Gulliver scientists help a village a world away

When Sara Fuenmayor, an eighth-grader at Gulliver Academy, was in a Nigerian village last summer, she was astounded at what she saw:

The village’s communal water supply was a large jug, refilled by kids who would skip school to trek miles to the river.

“It’s unfair that I can get water whenever I want and these kids have to work so hard to get it, then they don’t even get the best water,” Sara said.

Knowing high school students at Gulliver Preparatory School had a machine that could clean water, Sara set out to help.

Designed and built by senior engineering students over the past several years, the award-winning water purification system called LiTreS is now providing clean, bacteria-free water to a health clinic that serves villagers near Yola, Nigeria.

“The water purification system is very important to the community,” said Abdulmumini Abubakar, director of the clinic.

The three-bed facility operates mostly as a birthing center, where nurses use the machine for drinking water and washing newborns.

Alex Cobo, Sara’s father and project consultant at the American University of Nigeria, said access to safe water is a dire problem in the villages.

“There’s no clean water,” Cobo said. “Even in the city, there’s no aqueduct. Everyone just drills a borehole, and the whole water system is getting contaminated.”

A previous model of the LiTreS system was already functioning successfully at an orphanage in Haiti, but the Gulliver students were eager to improve and customize a unit for use in Nigeria.

The system has changed drastically since Gulliver students first began designing a solar-powered version in 2008. Housed in a hand-truck for portability, the latest model has a patent pending and requires no outside power source, utilizing a manual pump to send the water through three filters that eliminate sediment, pathogens and bacteria like E.coli.

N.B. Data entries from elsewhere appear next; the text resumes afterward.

import { footingPressureKpa } from '../stress/footing-pressure.js';
import type { PreparedFooting } from '../stress/footing-stress-contribution.js';
import type { Footing } from '../stress/footing.types.js';
import { footingPairResults } from './footing-pair-results.js';
import { foxDepthFactor } from './fox-depth-factor.js';
import { footingSettlementResult } from './footing-settlement-result.js';
import { prepareSettlementModel, type SettlementModel } from './prepare-settlement-model.js';
import { SETTLEMENT_CAUTION } from './settlement-caution.js';
import type { SettlementCheckInput, SettlementCheckResult } from './settlement-check.types.js';

const DEFAULT_SUBLAYER_MAX_THICKNESS_M = 0.5;
const DEFAULT_DESIGN_LIFE_YEARS = 50;
const DEFAULT_END_OF_PRIMARY_SHARE = 0.95;
const DEFAULT_DESIGN_ANGULAR_DISTORTION = 1 / 500;

/**
 * The settlement check of a group of shallow footings on a layered profile:
 * for each footing, immediate settlement (layered Steinbrenner, optionally
 * reduced by Fox's depth factor), primary
 * consolidation per sublayer (Terzaghi's e–log σ′, all three cases) under the
 * stress of the footing and — unless switched off — its neighbours (Boussinesq
 * superposition or 2V:1H), secondary compression over the design life from Cα,
 * the settlement–time curve from Terzaghi's U(Tv) per clay layer, and for each
 * pair of footings the differential settlement and angular distortion judged
 * against Bjerrum (1963) and Skempton & MacDonald (1956).
 *
 * Headline numbers are at each footing's centre; the corners are evaluated too
 * unless evaluationPoints is 'centre'. The result is plain data: it records the
 * method, every layer parameter used, per-sublayer rows and every warning.
 *
 * @param input profile, footings (m, kN or kPa) and options (see SettlementCheckOptions)
 * @returns the check result, serialisable as JSON
 * @throws RangeError('runSettlementCheck requires …') for an invalid profile, footing or option
 * @example runSettlementCheck({ profile, footings: [{ id: 'F1', xM: 0, yM: 0, widthM: 2, lengthM: 2, depthM: 1, loadKn: 800 }] }).footings[0].totalM
 */
export function runSettlementCheck(input: SettlementCheckInput): SettlementCheckResult {
  const caller = 'runSettlementCheck';
  const options = input.options ?? {};
  if (options.sublayerCount !== undefined && options.sublayerMaxThicknessM !== undefined) {
    throw new RangeError(`${caller} requires either sublayerCount or sublayerMaxThicknessM, not both`);
  }
  const spacing =
    options.sublayerCount !== undefined ? { count: options.sublayerCount } : { maxThicknessM: options.sublayerMaxThicknessM ?? DEFAULT_SUBLAYER_MAX_THICKNESS_M };
  const designLifeYears = options.designLifeYears ?? DEFAULT_DESIGN_LIFE_YEARS;
  const endOfPrimaryShare = options.endOfPrimaryShare ?? DEFAULT_END_OF_PRIMARY_SHARE;
  const designAngularDistortion = options.designAngularDistortion ?? DEFAULT_DESIGN_ANGULAR_DISTORTION;
  const includeNeighbours = options.includeNeighbours ?? true;
  const stressMethod = options.stressMethod ?? 'boussinesq';
  const applyFoxDepthFactor = options.applyFoxDepthFactor ?? false;
  if (!(designLifeYears > 0) || !Number.isFinite(designLifeYears)) throw new RangeError(`${caller} requires a finite designLifeYears > 0`);
  if (!(endOfPrimaryShare > 0 && endOfPrimaryShare < 1)) throw new RangeError(`${caller} requires endOfPrimaryShare strictly between 0 and 1`);
  if (!(designAngularDistortion > 0)) throw new RangeError(`${caller} requires designAngularDistortion > 0`);
  if (options.totalSettlementLimitM !== undefined && !(options.totalSettlementLimitM > 0)) throw new RangeError(`${caller} requires totalSettlementLimitM > 0`);
  if (options.timesYears !== undefined && !options.timesYears.every((t) => t >= 0 && Number.isFinite(t))) throw new RangeError(`${caller} requires every time in timesYears to be finite and >= 0`);
  if (stressMethod !== 'boussinesq' && stressMethod !== '2to1') throw new RangeError(`${caller} requires stressMethod 'boussinesq' or '2to1'`);

  const model = prepareSettlementModel(input.profile, spacing, endOfPrimaryShare, caller);
  const prepared = prepareFootings(input.footings, model, caller, applyFoxDepthFactor);
  const notes = methodNotes(stressMethod, includeNeighbours, applyFoxDepthFactor);
  const footings = prepared.map((footing, ownIndex) =>
    footingSettlementResult({ model, prepared, ownIndex, stressMethod, includeNeighbours, designLifeYears, options }),
  );
  const pairs = footingPairResults(footings, designAngularDistortion, options.pairMaxDistanceM);
  return {
    method: { stressMethod, includeNeighbours, sublayerSpacing: spacing, designLifeYears, endOfPrimaryShare, designAngularDistortion, applyFoxDepthFactor, notes },
    layers: model.layers,
    footings,
    pairs,
    warnings: [...model.warnings],
    caution: SETTLEMENT_CAUTION,
  };
}

function prepareFootings(footings: readonly Footing[], model: SettlementModel, caller: string, applyFoxDepthFactor: boolean): PreparedFooting[] {
  if (footings.length === 0) throw new RangeError(`${caller} requires at least one footing`);
  const ids = new Set<string>();
  return footings.map((footing) => {
    if (ids.has(footing.id)) throw new RangeError(`${caller} requires unique footing ids (${footing.id} repeats)`);
    ids.add(footing.id);
    if (!Number.isFinite(footing.xM) || !Number.isFinite(footing.yM)) throw new RangeError(`${caller} requires finite xM and yM (footing ${footing.id})`);
    if (!(footing.depthM >= 0) || !(footing.depthM < model.profileBottomM)) {
      throw new RangeError(`${caller} requires depthM >= 0 and above the bottom of the profile (footing ${footing.id})`);
    }
    const pressureKpa = footingPressureKpa(footing);
    if (!(pressureKpa >= 0)) throw new RangeError(`${caller} requires a load or pressure >= 0 (footing ${footing.id}); uplift is outside this check`);
    const prepared = { id: footing.id, xM: footing.xM, yM: footing.yM, widthM: footing.widthM, lengthM: footing.lengthM, depthM: footing.depthM, pressureKpa };
    return applyFoxDepthFactor ? { ...prepared, immediateDepthFactor: footingFoxDepthFactor(prepared, model) } : prepared;
  });
}

/** Fox's If for a footing, with ν of the elastic layer just below its base; 1 at the surface or with no elastic layer below. */
function footingFoxDepthFactor(footing: PreparedFooting, model: SettlementModel): number {
  const below = model.elasticLayers.find((layer) => layer.bottomDepthM > footing.depthM);
  if (below === undefined) return 1;
  const shortM = Math.min(footing.widthM, footing.lengthM);
  return foxDepthFactor(Math.max(footing.widthM, footing.lengthM) / shortM, footing.depthM / shortM, below.poissonRatio);
}

function methodNotes(stressMethod: 'boussinesq' | '2to1', includeNeighbours: boolean, applyFoxDepthFactor: boolean): string[] {
  const notes = [
    'Stresses below each footing base; footings are flexible and loaded by the given net pressure.',
    'Primary settlement per sublayer from Cc, Cs, e0 and σ′p at mid-depth (Terzaghi, e–log σ′), or from mv·Δσ′·H on a layer given mv and no Cc.',
    applyFoxDepthFactor
      ? 'Immediate settlement from Steinbrenner’s factors over the layers with E and ν; each footing’s own share reduced by Fox’s (1948) depth factor (ν of the layer below its base), its neighbours’ shares not.'
      : 'Immediate settlement from Steinbrenner’s factors over the layers with E and ν, without a depth (Fox) reduction.',
    'Secondary compression from Cα over the design life, starting at the end of primary consolidation; Cα·Cs/Cc where a sublayer stays overconsolidated (Mesri & Godlewski 1977).',
  ];
  if (stressMethod === '2to1') notes.push('The 2V:1H method spreads the load uniformly, so corner and centre values of a footing alone do not differ; use Boussinesq for differential settlement within a footing.');
  if (!includeNeighbours) notes.push('Neighbouring footings are ignored: each footing is checked alone.');
  return notes;
}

LiTreS has garnered international recognition, winning the Conrad Foundation’s Spirit of Innovation Challenge in March 2012. Students were invited to present the system at the Rio+20 United Nations Conference in Brazil and also received a Heart of Haiti Award.

With guidance from Claude Charron, chair of the engineering and biomedical department, students came in Saturdays or stayed after school to work on the system.

“It’s like 100 percent teamwork,” said Laura Vargas, a senior who did the biomedical testing of LiTreS. “Everyone puts their ideas together.”

Within months, a modified LiTreS unit was disassembled, placed in two suitcases, and sent with Cobo on a plane to Nigeria, despite a brief snafu with customs upon arrival.

“They wanted to see an invoice, but there was no invoice,” Cobo said. “Finally I said ‘This is the invoice,’ and I showed them a picture of all the students around the machine at Gulliver.”

At the clinic, a ceremony was held for village leaders to bless the machine and taste-test the water. Cobo said this was an essential step for establishing the villager’s trust and ensuring that they would continue to use the system.

“That is important for the people, because now they know that what we’re giving them is OK,” he said. “You can’t just show up with the thing, everyone has to look at it and approve it.”

Cobo stressed that the true challenge of implementing any new technology is cultural impact and acceptance by the villagers, who are nomads and whose practices are grounded in hundreds of years of tradition.

“The real challenge is that they have to change their customs and decide that clean water is a necessity,” he said.

Abubakar said that the system keeps people from drinking impure water, and that more systems would help reduce disease.

For Varga, the most rewarding part of working on the system was seeing the pictures of LiTreS being used in the clinic.

“Opening that email was the best thing ever,” she said. “I still have one of the pictures as my background. It was the most amazing feeling, seeing the impact you can have on those people.”

Cobo returns to the clinic occasionally for repairs and hopes to travel to other villages to address school supply shortages, clean water accessibility and sanitation. Sara and her mother are planning to return to teach women how to create homemade water filters.

Charron and the students are now focused on mass-producing the LiTreS system and providing upcoming seniors all the tools needed to continue improving and implementing the systems in developing nations around the world.

Discussions with Cobo also inspired the student’s most recent achievement, the Eco-Cooker, which is fueled by cattle bio-waste to address the issue of deforestation due to wood burning. It won the Spirit of Innovation Challenge in March, and students will use their $10,000 award to continue its development.

“There are two ways you can go about it,” Charron said. “You can feel sorry about everything that happens or you can do something about it.”